Statistical Analysis

For RCM melanocyte number visualized per unit area quantification, a two-tailed student’s t-test was used to determine significance between clinical responders (mean = 4.8, standard deviation = 2.58) and clinical nonresponders (mean = 0, standard deviation = 0).

All statistical comparisons of β variability were made within the framework of a linear mixed effects model generated in SAS JMP Pro 14. Variables such as a patient’s responsiveness to treatment, imaging location (lesional or non-lesional), and visit number were modeled as fixed effects. Variables such as patient number and the z-stack number were modeled as random effects. Pairwise comparisons of lesional and non-lesional skin for responsive and unresponsive patients at particular visits were made using post hoc Tukey honest significant difference tests with the significance level set to α = 0.05.

Acknowledgements

JS acknowledges the grant support from the NIH (5KL2TR1416-6).

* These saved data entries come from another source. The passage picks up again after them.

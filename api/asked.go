package api

import "ridgehop/internal/assess"

// Asked turns a decoded request into the one that is judged.
func (r AssessmentRequest) Asked() assess.Request {
	out := assess.Request{
		A: r.A.asked(), B: r.B.asked(),
		FrequencyGHz:        r.FrequencyGhz,
		Polarisation:        assess.Polarisation(or(r.Polarisation)),
		CriteriaSet:         assess.CriteriaSet(or(r.CriteriaSet)),
		SpacingM:            or(r.SpacingM),
		Rasters:             or(r.Rasters),
		CoverHeightM:        or(r.CoverHeightM),
		CoverGrowthMPerYear: or(r.CoverGrowthMPerYear),
		CoverGrowthYears:    or(r.CoverGrowthYears),
		ProfileErrorM:       or(r.ProfileErrorM),
	}
	for _, c := range or(r.Criteria) {
		out.Criteria = append(out.Criteria, assess.Criterion{K: c.K, F1Fraction: c.F1Fraction})
	}
	if r.Radio != nil {
		out.Radio = r.Radio.asked()
	}
	for _, p := range or(r.Profile) {
		out.Profile = append(out.Profile, assess.Point{DistanceM: p.DistanceM, GroundM: p.GroundM, CoverM: or(p.CoverM)})
	}
	return out
}

func (e EndRequest) asked() assess.End {
	return assess.End{
		Name: or(e.Name), Lon: or(e.Lon), Lat: or(e.Lat), Placed: e.Lon != nil && e.Lat != nil,
		AntennaHeightM: e.AntennaHeightM, HeightAbove: assess.HeightAbove(or(e.HeightAbove)),
	}
}

// or is the value pointed to, or its type's zero where there is none.
func or[T any](p *T) T {
	if p == nil {
		var zero T
		return zero
	}
	return *p
}
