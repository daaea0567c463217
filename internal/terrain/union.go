package terrain

import (
	"slices"
)

// block is a rectangle of whole columns and rows, its far sides excluded.
type block struct{ left, top, right, bottom int }

// corner is where four pixels meet.
type corner struct{ i, j int }

// mostUnionCells bounds the grid on which a union is drawn. Rectangles scattered
// so that it would be larger are outlined one by one.
const mostUnionCells = 4 << 20

// union outlines rectangles together: each shape is a ring that runs with its
// inside to the left, north being up, and the rings of its holes, the other way
// round. Rings end where they begin.
func union(blocks []block) [][][]corner {
	var xs, ys []int
	for _, b := range blocks {
		xs, ys = append(xs, b.left, b.right), append(ys, b.top, b.bottom)
	}
	xs, ys = sortedSet(xs), sortedSet(ys)
	if len(xs)*len(ys) > mostUnionCells {
		return apart(blocks)
	}
	g := unionGrid{xs: xs, ys: ys, filled: make([]bool, (len(xs)-1)*(len(ys)-1))}
	for _, b := range blocks {
		g.fill(b)
	}
	return shapes(g.rings())
}

func sortedSet(v []int) []int {
	slices.Sort(v)
	return slices.Compact(v)
}

func apart(blocks []block) [][][]corner {
	out := make([][][]corner, len(blocks))
	for n, b := range blocks {
		out[n] = [][]corner{{{b.left, b.bottom}, {b.right, b.bottom}, {b.right, b.top}, {b.left, b.top}, {b.left, b.bottom}}}
	}
	return out
}

// unionGrid is the plane cut at every side of every rectangle.
type unionGrid struct {
	xs, ys []int
	filled []bool
}

func (g *unionGrid) fill(b block) {
	left, _ := slices.BinarySearch(g.xs, b.left)
	right, _ := slices.BinarySearch(g.xs, b.right)
	top, _ := slices.BinarySearch(g.ys, b.top)
	bottom, _ := slices.BinarySearch(g.ys, b.bottom)
	for y := top; y < bottom; y++ {
		for x := left; x < right; x++ {
			g.filled[y*(len(g.xs)-1)+x] = true
		}
	}
}

func (g *unionGrid) has(x, y int) bool {
	return x >= 0 && y >= 0 && x < len(g.xs)-1 && y < len(g.ys)-1 && g.filled[y*(len(g.xs)-1)+x]
}

// side is one step along the outline, from a corner in a direction.
type side struct {
	from corner
	way  way
}

// way is a direction: east, north, west, south; each is a left turn from the
// one before.
type way int

func (w way) left() way  { return (w + 1) % 4 }
func (w way) right() way { return (w + 3) % 4 }

func (c corner) step(w way) corner {
	return corner{c.i + []int{1, 0, -1, 0}[w], c.j + []int{0, -1, 0, 1}[w]}
}

// outside reports whether the outline runs from a corner in a direction: there
// is something to the left of it and nothing to the right.
func (g *unionGrid) outside(c corner, w way) bool {
	// The cells around a corner: what lies ahead to the left and to the right.
	ahead := [4][2]corner{{{0, -1}, {0, 0}}, {{-1, -1}, {0, -1}}, {{-1, 0}, {-1, -1}}, {{0, 0}, {-1, 0}}}[w]
	left, right := ahead[0], ahead[1]
	return g.has(c.i+left.i, c.j+left.j) && !g.has(c.i+right.i, c.j+right.j)
}

// rings follows every outline once.
func (g *unionGrid) rings() [][]corner {
	var out [][]corner
	seen := map[side]bool{}
	for y := range g.ys {
		for x := range g.xs {
			for w := range way(4) {
				start := side{corner{x, y}, w}
				if g.outside(start.from, w) && !seen[start] {
					out = append(out, g.follow(start, seen))
				}
			}
		}
	}
	return out
}

// follow walks one outline. Where two shapes meet at a corner it turns left and
// so stays with its own.
func (g *unionGrid) follow(start side, seen map[side]bool) []corner {
	var ring []corner
	at, last := start, way(-1)
	for !seen[at] {
		seen[at] = true
		if at.way != last {
			ring = append(ring, corner{g.xs[at.from.i], g.ys[at.from.j]})
			last = at.way
		}
		next := at.from.step(at.way)
		for _, w := range []way{at.way.left(), at.way, at.way.right()} {
			if g.outside(next, w) {
				at = side{next, w}
				break
			}
		}
	}
	return append(ring, ring[0])
}

// shapes gives every hole to the smallest ring around it.
func shapes(rings [][]corner) [][][]corner {
	var out [][][]corner
	var holes [][]corner
	for _, r := range rings {
		if area(r) > 0 {
			out = append(out, [][]corner{r})
		} else {
			holes = append(holes, r)
		}
	}
	for _, hole := range holes {
		around := -1
		for n := range out {
			if encloses(out[n][0], hole[0]) && (around < 0 || area(out[n][0]) < area(out[around][0])) {
				around = n
			}
		}
		if around >= 0 {
			out[around] = append(out[around], hole)
		}
	}
	return out
}

// area is twice that of a ring, above 0 where its inside is to the left.
func area(ring []corner) int {
	sum := 0
	for k := range ring[:len(ring)-1] {
		a, b := ring[k], ring[k+1]
		sum -= a.i*b.j - b.i*a.j // rows run southward
	}
	return sum
}

// encloses reports whether the pixel to the south-east of a corner lies in a
// ring.
func encloses(ring []corner, c corner) bool {
	inside := false
	for k := range ring[:len(ring)-1] {
		a, b := ring[k], ring[k+1]
		if a.i == b.i && a.i > c.i && min(a.j, b.j) <= c.j && max(a.j, b.j) > c.j {
			inside = !inside
		}
	}
	return inside
}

MB, AKG and IG acknowledge the grant support from NIBIB (R01EB026705). MB and AKG also acknowledge the grant support from NIAMS (R21AR073408) and from the Skin Biology Resource-Based Center, University of California, Irvine (P3011935106).

Footnotes

Conflicts of Interest

MB is coauthor of a patent owned by the University of California, Irvine (UCI), which is related to multiphoton microscopy (MPM) imaging technology. MB is cofounder of Infraderm, LLC, a startup spin off from the UCI, which develops MPM-based clinical imaging platforms for commercialization purposes. The Institutional Review Board and Conflict of Interest Office of the UCI, have reviewed patent disclosures and did not find any concerns. The rest of the authors state no conflict of interest.

Data Availability Statement

No datasets were generated during this study.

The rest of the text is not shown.